Problem description >>
I need the number of lines in the following entries that hold the word "type", and no other text.

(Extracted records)
..............................

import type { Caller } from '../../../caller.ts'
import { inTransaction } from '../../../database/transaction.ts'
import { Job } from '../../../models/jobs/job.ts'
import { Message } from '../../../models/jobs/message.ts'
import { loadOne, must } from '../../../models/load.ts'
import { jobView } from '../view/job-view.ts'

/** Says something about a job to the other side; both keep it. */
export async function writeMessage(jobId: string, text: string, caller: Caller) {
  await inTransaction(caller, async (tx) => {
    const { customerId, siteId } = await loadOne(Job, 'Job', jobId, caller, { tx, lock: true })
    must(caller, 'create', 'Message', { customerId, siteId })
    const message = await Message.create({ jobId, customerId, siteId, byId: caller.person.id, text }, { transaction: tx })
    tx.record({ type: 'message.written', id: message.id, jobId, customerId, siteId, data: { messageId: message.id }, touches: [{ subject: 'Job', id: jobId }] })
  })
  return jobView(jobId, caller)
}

..............................

Output >>
2